● What you will do
Copy out each line of the material below that holds the string "restarts".

++++++

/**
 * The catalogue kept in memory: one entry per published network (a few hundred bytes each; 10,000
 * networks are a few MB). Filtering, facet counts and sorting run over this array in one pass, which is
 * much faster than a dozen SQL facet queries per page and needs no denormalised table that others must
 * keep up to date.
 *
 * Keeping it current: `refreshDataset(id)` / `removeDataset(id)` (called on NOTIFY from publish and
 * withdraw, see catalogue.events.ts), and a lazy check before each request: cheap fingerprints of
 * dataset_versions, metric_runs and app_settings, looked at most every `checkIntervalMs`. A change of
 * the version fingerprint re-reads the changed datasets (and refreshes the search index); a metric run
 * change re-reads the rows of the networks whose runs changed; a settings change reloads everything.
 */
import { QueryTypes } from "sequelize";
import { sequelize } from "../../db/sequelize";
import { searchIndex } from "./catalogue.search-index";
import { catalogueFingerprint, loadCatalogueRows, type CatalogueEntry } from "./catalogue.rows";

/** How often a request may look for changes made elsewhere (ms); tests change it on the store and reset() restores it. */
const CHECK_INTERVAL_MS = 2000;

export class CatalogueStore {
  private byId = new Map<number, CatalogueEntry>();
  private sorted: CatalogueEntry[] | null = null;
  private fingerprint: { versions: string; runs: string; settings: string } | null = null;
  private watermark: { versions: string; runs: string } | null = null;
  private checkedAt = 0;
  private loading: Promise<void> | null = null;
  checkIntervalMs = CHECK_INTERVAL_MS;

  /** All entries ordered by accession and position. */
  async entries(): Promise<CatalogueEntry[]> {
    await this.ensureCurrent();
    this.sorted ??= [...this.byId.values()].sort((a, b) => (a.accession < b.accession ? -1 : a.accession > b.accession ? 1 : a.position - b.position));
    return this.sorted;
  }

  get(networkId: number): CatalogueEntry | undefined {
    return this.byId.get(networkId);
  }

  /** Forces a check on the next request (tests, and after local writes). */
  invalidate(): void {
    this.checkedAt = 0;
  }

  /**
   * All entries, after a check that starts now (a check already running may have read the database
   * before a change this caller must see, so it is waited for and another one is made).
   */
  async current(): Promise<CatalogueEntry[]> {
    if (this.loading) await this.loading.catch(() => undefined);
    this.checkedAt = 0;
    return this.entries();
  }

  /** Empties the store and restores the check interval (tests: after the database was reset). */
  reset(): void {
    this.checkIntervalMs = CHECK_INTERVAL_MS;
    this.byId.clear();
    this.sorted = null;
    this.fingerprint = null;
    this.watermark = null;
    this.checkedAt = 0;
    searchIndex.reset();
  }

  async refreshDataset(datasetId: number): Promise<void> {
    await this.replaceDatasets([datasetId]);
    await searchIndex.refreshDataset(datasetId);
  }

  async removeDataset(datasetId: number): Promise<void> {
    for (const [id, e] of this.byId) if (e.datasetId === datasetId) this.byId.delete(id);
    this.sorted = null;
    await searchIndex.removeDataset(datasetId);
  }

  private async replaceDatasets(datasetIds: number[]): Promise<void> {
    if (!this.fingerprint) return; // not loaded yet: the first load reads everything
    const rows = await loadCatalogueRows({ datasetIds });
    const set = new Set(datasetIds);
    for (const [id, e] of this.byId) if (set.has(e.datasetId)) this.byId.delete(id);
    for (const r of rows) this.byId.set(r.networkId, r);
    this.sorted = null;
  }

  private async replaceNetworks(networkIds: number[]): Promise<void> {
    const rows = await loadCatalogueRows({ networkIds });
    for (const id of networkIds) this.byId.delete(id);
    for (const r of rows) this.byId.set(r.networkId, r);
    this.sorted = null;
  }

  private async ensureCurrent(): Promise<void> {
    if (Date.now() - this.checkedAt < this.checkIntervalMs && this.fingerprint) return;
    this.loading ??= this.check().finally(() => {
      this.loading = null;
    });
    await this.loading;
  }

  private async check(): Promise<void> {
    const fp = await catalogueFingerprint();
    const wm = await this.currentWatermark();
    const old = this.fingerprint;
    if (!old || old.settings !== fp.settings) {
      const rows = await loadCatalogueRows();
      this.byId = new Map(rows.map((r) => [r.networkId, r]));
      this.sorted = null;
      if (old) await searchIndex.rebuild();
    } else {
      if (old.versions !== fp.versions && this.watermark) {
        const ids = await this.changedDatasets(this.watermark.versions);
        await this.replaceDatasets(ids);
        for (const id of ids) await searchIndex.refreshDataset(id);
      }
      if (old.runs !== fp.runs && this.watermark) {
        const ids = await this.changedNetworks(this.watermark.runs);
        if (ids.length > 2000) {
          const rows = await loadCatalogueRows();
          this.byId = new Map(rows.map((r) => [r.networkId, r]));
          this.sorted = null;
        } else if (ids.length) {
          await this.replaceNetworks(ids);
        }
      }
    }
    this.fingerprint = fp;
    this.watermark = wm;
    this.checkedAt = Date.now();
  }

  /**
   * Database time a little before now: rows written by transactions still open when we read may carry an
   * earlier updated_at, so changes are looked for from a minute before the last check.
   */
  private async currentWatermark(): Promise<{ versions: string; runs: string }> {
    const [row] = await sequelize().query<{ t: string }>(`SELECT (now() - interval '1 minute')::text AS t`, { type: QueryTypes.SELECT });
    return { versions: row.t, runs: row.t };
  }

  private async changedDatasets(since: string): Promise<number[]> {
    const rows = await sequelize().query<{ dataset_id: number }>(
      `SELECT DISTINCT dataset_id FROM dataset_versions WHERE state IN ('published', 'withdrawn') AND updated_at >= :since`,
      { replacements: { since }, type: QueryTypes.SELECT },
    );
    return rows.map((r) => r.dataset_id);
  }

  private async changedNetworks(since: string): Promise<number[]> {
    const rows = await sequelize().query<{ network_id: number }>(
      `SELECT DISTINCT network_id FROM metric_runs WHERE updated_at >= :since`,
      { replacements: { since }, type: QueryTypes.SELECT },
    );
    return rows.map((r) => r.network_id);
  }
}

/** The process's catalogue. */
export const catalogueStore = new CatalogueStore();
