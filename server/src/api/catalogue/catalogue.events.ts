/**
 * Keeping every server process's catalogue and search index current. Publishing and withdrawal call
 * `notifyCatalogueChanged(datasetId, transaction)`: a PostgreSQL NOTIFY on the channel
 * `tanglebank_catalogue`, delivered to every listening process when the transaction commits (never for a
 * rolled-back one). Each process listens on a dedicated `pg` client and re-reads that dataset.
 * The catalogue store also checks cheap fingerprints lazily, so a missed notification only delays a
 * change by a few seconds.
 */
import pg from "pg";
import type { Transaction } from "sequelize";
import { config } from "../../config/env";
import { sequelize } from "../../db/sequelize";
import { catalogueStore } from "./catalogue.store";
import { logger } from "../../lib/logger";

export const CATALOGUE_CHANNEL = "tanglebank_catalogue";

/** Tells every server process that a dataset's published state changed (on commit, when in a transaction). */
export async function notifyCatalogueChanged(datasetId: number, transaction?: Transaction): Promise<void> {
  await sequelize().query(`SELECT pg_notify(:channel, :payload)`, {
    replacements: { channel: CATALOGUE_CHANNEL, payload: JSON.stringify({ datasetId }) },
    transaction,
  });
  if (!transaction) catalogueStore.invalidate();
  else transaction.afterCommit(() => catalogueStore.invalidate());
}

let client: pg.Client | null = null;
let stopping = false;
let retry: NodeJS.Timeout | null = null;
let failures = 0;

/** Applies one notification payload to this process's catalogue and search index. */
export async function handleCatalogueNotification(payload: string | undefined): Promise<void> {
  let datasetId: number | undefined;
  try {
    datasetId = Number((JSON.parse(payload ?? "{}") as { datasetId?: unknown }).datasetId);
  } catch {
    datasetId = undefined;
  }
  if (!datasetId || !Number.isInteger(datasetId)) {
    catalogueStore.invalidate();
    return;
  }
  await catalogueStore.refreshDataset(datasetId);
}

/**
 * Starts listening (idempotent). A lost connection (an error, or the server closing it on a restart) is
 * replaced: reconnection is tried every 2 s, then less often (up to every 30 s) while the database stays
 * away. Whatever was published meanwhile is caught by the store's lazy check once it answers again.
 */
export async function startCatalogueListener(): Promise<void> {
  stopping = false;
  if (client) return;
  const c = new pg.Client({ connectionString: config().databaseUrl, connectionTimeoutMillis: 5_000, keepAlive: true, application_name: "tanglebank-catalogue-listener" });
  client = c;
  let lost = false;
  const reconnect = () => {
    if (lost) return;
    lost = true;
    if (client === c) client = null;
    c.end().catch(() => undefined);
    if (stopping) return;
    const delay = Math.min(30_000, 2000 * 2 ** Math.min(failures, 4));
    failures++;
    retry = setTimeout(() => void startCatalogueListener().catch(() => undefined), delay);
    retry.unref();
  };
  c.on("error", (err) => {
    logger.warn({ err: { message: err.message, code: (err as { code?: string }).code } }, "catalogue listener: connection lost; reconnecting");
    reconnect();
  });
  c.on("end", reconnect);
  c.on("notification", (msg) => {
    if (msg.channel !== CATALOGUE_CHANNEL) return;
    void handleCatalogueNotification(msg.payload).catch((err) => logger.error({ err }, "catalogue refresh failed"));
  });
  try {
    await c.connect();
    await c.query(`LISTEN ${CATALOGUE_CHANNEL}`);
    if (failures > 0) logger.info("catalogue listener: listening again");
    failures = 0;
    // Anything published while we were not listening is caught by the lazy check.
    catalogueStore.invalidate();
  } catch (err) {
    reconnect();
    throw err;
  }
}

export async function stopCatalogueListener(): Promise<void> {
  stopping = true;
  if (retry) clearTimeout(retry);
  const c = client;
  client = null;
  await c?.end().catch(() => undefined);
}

++++++

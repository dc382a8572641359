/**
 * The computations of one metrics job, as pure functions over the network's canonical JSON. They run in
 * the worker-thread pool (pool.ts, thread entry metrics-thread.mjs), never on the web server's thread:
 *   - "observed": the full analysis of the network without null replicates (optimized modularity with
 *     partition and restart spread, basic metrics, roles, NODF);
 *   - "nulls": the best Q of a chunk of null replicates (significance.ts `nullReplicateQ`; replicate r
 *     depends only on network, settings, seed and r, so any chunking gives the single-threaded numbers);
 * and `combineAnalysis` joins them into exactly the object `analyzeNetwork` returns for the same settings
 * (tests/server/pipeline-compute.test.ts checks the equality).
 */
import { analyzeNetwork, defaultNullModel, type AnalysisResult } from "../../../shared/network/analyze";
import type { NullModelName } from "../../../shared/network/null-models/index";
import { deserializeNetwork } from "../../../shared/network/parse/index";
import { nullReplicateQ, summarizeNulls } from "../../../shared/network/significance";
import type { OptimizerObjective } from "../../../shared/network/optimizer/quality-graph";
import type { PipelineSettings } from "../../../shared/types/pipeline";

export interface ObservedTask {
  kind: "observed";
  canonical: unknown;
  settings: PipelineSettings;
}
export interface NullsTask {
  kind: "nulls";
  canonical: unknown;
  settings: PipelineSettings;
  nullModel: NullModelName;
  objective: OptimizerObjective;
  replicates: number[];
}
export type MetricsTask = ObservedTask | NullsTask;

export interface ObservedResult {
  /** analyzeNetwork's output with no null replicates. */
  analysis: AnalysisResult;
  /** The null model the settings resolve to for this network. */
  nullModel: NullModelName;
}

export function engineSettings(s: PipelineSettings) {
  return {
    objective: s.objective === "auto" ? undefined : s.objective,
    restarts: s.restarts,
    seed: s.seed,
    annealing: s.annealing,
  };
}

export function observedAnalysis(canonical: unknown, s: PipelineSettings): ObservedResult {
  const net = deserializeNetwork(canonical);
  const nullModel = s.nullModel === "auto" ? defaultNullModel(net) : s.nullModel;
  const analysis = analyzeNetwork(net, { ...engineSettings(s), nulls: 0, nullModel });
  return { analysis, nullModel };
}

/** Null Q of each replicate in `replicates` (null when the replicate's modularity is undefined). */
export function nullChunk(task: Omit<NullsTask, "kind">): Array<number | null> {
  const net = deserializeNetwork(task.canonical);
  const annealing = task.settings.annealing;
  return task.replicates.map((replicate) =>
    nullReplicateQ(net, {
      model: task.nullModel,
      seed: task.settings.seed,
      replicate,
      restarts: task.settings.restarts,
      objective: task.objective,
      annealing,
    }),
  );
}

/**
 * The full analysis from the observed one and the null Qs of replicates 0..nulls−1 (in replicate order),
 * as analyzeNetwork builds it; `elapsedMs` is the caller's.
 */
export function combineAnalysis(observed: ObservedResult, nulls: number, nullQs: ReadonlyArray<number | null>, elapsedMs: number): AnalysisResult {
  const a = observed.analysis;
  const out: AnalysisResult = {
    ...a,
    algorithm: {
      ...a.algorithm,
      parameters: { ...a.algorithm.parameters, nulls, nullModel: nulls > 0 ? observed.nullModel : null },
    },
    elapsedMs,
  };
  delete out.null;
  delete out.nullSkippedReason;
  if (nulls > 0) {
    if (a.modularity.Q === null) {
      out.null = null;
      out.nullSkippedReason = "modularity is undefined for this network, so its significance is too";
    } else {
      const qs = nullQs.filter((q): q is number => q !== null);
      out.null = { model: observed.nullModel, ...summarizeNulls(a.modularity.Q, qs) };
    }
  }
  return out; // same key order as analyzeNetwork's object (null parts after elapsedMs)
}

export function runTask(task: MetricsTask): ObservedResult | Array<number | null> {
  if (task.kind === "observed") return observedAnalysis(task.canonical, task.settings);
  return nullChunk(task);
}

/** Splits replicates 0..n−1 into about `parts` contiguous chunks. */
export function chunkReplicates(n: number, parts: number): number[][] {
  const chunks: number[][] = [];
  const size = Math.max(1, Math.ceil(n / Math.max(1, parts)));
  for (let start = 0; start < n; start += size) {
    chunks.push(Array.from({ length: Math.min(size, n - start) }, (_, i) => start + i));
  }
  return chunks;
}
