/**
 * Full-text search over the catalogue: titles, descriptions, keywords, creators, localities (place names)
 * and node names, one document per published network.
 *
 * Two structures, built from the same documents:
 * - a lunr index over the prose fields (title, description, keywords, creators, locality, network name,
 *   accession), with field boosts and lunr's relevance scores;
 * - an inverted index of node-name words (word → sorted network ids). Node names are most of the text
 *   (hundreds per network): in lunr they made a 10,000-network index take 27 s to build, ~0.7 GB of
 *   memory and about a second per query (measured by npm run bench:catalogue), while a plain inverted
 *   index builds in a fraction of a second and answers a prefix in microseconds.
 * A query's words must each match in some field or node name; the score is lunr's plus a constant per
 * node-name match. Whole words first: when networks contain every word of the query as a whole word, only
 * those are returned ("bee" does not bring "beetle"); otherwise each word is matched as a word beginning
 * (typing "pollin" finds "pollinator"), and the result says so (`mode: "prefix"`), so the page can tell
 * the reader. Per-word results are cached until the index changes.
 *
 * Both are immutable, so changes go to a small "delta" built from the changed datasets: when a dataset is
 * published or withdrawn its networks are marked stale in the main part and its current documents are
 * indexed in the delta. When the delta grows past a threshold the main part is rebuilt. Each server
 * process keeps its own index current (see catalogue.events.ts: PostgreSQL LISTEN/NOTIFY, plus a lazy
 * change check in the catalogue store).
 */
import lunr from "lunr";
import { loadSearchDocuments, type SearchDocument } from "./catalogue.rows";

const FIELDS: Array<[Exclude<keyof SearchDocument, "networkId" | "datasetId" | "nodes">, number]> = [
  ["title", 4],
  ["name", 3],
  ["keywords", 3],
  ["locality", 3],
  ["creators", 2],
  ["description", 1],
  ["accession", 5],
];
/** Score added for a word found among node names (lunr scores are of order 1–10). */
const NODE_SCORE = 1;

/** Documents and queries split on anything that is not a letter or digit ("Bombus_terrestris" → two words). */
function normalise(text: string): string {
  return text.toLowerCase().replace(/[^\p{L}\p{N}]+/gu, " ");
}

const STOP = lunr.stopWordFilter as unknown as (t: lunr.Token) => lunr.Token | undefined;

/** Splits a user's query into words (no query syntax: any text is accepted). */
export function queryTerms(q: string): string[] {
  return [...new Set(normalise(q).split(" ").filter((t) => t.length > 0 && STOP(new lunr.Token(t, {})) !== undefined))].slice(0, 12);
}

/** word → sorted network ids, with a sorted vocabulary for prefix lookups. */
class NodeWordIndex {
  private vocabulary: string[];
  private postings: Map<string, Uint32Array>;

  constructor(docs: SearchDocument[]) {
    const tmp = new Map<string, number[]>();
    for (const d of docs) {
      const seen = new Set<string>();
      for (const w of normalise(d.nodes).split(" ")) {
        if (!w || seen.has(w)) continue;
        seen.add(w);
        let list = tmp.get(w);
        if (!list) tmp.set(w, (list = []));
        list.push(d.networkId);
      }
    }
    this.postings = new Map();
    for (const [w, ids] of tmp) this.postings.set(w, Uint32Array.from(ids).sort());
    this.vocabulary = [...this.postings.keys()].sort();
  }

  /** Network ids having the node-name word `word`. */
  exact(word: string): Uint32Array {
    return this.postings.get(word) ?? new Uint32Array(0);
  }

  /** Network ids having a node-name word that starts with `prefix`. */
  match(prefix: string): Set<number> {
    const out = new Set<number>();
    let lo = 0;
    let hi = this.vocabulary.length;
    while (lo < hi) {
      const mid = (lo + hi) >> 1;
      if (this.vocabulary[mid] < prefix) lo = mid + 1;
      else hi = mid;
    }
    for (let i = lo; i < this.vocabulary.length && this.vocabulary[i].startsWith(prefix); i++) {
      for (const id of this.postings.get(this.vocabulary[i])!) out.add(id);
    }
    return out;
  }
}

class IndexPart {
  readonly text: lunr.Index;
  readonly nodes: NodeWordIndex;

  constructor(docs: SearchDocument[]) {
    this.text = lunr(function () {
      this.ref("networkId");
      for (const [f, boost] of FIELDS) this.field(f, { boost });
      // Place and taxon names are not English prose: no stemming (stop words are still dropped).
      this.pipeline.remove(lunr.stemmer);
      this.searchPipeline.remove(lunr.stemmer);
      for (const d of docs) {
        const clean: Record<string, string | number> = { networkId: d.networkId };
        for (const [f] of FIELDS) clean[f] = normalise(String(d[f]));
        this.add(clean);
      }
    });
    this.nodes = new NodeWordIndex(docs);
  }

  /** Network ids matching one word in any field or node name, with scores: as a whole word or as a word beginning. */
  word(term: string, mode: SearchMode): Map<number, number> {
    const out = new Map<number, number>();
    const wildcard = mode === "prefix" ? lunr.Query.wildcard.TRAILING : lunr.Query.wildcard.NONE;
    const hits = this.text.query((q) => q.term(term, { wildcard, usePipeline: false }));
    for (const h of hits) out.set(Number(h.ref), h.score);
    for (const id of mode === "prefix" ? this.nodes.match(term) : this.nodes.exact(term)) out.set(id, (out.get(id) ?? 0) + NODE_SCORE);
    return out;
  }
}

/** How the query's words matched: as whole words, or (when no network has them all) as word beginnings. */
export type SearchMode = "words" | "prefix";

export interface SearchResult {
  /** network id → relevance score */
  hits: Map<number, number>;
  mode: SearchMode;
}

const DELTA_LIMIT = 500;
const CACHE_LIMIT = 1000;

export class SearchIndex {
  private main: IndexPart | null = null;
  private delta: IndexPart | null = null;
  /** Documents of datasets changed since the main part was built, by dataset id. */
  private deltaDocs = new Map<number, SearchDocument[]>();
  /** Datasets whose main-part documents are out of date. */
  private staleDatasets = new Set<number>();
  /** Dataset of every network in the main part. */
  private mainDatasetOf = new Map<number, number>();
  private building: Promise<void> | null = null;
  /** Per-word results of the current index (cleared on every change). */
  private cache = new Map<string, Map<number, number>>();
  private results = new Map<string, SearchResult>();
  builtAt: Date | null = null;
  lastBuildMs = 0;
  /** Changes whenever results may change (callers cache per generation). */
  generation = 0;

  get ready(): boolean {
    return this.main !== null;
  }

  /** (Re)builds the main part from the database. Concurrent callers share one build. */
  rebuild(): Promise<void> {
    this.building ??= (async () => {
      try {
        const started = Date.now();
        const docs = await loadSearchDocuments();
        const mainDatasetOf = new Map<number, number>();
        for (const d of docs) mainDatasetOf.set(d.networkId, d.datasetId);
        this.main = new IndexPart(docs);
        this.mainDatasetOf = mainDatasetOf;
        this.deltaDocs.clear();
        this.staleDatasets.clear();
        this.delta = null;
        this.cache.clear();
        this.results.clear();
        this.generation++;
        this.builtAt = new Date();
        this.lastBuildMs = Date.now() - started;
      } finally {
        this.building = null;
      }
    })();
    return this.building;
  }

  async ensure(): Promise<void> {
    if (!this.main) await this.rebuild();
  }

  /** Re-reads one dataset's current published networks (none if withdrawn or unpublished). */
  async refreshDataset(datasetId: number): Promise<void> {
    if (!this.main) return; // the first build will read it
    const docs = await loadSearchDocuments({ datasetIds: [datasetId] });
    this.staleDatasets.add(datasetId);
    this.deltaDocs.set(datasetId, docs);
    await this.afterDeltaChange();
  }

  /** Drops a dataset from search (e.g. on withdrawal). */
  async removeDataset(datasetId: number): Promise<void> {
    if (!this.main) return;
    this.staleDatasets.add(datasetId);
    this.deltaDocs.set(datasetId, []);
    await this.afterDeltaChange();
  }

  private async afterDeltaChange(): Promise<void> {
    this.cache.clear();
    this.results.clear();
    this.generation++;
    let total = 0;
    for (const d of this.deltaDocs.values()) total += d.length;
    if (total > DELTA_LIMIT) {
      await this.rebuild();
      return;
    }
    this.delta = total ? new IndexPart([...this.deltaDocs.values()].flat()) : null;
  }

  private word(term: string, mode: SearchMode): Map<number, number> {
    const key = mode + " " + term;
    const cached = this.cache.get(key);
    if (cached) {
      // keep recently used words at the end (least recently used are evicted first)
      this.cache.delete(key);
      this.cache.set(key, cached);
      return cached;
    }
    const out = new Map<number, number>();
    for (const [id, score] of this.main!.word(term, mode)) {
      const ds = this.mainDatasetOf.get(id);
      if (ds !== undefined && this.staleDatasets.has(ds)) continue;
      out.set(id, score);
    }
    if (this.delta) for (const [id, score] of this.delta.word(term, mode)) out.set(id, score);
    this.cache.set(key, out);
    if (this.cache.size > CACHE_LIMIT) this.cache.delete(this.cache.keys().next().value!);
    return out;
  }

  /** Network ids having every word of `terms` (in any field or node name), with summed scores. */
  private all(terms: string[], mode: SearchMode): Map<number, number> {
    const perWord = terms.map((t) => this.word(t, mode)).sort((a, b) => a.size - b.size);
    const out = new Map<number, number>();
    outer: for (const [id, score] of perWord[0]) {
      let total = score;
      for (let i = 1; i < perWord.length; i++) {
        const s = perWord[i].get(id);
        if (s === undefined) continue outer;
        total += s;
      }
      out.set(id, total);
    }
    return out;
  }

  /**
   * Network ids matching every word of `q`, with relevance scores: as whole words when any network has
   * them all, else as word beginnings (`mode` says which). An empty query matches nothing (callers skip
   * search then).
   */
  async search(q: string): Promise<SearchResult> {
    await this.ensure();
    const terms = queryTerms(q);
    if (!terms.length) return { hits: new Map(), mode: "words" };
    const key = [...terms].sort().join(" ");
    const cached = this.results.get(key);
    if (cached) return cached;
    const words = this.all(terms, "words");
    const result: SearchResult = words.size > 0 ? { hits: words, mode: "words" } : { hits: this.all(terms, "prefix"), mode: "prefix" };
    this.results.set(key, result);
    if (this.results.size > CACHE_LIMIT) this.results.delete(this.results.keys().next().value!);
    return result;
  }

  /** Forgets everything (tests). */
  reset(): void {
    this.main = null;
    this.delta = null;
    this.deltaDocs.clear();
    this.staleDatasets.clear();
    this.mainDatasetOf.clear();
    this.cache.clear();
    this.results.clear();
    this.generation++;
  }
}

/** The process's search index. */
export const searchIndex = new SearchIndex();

++++++

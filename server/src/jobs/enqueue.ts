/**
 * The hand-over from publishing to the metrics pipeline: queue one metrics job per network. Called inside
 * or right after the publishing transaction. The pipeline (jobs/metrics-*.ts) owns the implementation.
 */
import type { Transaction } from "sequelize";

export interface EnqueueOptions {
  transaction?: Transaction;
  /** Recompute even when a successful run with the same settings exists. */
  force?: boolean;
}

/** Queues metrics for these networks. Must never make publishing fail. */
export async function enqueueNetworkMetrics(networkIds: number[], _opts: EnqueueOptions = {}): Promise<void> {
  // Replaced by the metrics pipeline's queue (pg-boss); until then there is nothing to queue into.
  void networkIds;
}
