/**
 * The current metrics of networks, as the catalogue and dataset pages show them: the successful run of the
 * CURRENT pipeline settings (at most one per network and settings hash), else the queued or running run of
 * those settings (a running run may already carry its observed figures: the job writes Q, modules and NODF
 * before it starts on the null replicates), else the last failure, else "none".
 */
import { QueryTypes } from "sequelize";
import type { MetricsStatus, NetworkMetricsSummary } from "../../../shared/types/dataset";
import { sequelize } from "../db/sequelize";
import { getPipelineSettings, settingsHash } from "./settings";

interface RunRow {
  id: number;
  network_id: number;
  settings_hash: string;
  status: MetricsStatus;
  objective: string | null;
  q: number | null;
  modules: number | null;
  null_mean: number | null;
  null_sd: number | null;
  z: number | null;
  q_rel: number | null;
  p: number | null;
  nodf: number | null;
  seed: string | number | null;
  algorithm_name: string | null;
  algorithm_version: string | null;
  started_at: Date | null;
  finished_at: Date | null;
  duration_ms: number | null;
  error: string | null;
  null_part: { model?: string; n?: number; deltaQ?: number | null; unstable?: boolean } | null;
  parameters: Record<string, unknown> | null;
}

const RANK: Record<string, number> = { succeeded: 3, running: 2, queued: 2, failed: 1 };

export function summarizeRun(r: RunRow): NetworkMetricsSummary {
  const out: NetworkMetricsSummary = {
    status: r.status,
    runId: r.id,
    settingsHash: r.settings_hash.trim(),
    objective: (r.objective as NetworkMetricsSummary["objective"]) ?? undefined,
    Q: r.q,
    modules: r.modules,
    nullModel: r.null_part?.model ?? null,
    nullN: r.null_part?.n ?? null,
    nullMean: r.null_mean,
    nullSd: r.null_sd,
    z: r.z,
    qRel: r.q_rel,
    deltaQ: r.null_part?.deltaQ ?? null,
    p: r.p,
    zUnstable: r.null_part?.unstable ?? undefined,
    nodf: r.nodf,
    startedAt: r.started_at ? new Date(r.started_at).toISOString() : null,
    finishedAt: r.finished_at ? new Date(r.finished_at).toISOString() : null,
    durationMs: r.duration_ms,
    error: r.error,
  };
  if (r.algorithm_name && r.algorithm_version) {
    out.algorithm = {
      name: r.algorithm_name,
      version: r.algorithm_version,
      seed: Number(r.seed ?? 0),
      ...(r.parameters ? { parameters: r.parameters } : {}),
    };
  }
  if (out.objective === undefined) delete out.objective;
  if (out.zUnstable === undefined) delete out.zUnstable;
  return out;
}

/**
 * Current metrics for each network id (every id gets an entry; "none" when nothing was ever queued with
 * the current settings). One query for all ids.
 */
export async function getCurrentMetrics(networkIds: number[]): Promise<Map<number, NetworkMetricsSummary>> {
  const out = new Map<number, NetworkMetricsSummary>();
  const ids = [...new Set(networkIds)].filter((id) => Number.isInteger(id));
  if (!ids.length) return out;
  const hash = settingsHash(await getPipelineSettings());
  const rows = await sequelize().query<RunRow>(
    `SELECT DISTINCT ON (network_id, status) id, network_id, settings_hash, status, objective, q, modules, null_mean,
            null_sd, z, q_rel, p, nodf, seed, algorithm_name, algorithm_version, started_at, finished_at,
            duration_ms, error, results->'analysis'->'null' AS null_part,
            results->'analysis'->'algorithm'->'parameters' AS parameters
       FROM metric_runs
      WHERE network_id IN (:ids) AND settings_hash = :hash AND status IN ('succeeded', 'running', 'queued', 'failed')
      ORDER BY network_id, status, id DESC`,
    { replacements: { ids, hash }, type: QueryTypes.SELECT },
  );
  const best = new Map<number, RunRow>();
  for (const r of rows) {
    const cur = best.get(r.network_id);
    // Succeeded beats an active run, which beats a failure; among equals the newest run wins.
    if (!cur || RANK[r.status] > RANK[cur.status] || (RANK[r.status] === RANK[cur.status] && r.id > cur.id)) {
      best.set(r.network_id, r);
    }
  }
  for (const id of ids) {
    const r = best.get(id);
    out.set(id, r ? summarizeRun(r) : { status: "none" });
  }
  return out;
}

++++++

● Expected output
    restarts: s.restarts,
      restarts: task.settings.restarts,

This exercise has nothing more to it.